In traditional desktops after a reboot most of the window state is lost and irrecoverable. OS X has begun reopening applications on reboot, and even attempting to reconstruct some window positioning. But given that desktop applications don’t have URLs the specific application state is usually lost.

I have many more thoughts on application persistence, so I’ll be saving them for a more in-depth future post.

Conclusion

Hopefully, I’ve expressed how important the domain of window management is, in that it is pervasive in computer usage overall. The existing tools mentioned above have provided many great ideas and utility, but the lack of flexibility in the space has caused real problems. As mentioned, application developers have had to extend into the domain causing both increased engineering effort as well as suboptimal user experiences. Composing window managers as a solution would help alleviate many problems while allowing for innovation in the design space. This rich window management toolkit would also allow for deeper embedding into applications allowing for better inter-application organization and a more malleable computing interface.

Further Reading

This is a concept I’ve been ideating on for a long time. Probably since I first used GIMP and multiple monitors back in 2007. There have been a few places of inspiration that have helped me refine my thinking in the area that I think would be useful for anyone interested:

Smalltalk/MVC

Smalltalk and the people at Xerox PARC invented windows and the WIMP (windows, icons, mouse, pointer) interface. Reading about and observing the usage of older Smalltalk systems has given me the perspective that applications would use windowing much more than today.

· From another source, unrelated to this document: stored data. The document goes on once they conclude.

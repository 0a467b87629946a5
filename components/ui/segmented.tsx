"use client";
/**
 * A segmented choice built on native radio buttons (arrow keys, one tab stop and the
 * group's name come from the platform); the checked segment is raised.
 */
import { useId, type ReactNode } from "react";
import { cn } from "@/components/ui/cn";

export type Segment<T extends string> = {
  value: T;
  label: ReactNode;
  hint?: string;
  disabled?: boolean;
};

export function Segmented<T extends string>({
  legend,
  value,
  onChange,
  options,
  size = "md",
  className,
  hideLegend,
  name,
}: {
  legend: string;
  value: T;
  onChange: (value: T) => void;
  options: Segment<T>[];
  size?: "sm" | "md";
  className?: string;
  hideLegend?: boolean;
  name?: string;
}) {
  const auto = useId();
  const group = name ?? auto;
  return (
    <fieldset className={cn("grid gap-1.5", className)}>
      <legend
        className={cn("mb-1.5 text-[13px] leading-5 font-medium text-ink", hideLegend && "sr-only")}
      >
        {legend}
      </legend>
      <div className="inline-flex w-fit flex-wrap rounded-lg border border-line bg-surface-2 p-0.5">
        {options.map((o) => {
          const id = `${group}-${o.value}`;
          const on = o.value === value;
          return (
            <label
              key={o.value}
              htmlFor={id}
              title={o.hint}
              className={cn(
                "relative inline-flex cursor-pointer items-center rounded-md font-medium whitespace-nowrap transition-colors",
                size === "sm" ? "h-7 px-2.5 text-[12.5px]" : "h-8 px-3 text-[13px]",
                on ? "bg-surface text-ink shadow-card" : "text-ink-2 hover:text-ink",
                o.disabled && "cursor-not-allowed opacity-50",
                "has-[:focus-visible]:outline-2 has-[:focus-visible]:outline-offset-1 has-[:focus-visible]:outline-focus",
              )}
            >
              <input
                id={id}
                type="radio"
                name={group}
                value={o.value}
                checked={on}
                disabled={o.disabled}
                onChange={() => onChange(o.value)}
                className="sr-only"
              />
              {o.label}
            </label>
          );
        })}
      </div>
    </fieldset>
  );
}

MVC (model-view-controller) is a software architectural pattern, not coincidentally, also developed at PARC. With MVC you’re allowed to have separate views over the same data (model) which is what originally got me to think about window managers as just separate views into the same content.

Alexander Obenauer

Alexander is an independent researcher looking into the “operating system of the future”. His lab notes on views are very related to the above topic. His overall vision is more all-encompassing than the one I’ve put forth and I would implore everyone to read his labnotes.